- _SOURCE DATA_:
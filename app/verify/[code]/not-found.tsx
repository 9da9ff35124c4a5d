import { Card } from "@/components/ui/card";
import { CodeSearch } from "../code-search";

export default function CertificateNotFound() {
  return (
    <Card>
      <h1 className="mb-3 text-2xl">Not found</h1>
      <p className="mb-5 text-ink-700">No certificate has this code.</p>
      <CodeSearch />
    </Card>
  );
}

- _REQUIRED ACTION_: Word for word, restate all of the records.

- _COMPLETED EXERCISE_:
filename app/verify/[code]/not-found.tsx
repository 9da9ff35124c4a5d
import { Card } from "@/components/ui/card";
import { CodeSearch } from "../code-search";

export default function CertificateNotFound() {
  return (
    <Card>
      <h1 className="mb-3 text-2xl">Not found</h1>
      <p className="mb-5 text-ink-700">No certificate has this code.</p>
      <CodeSearch />
    </Card>
  );
}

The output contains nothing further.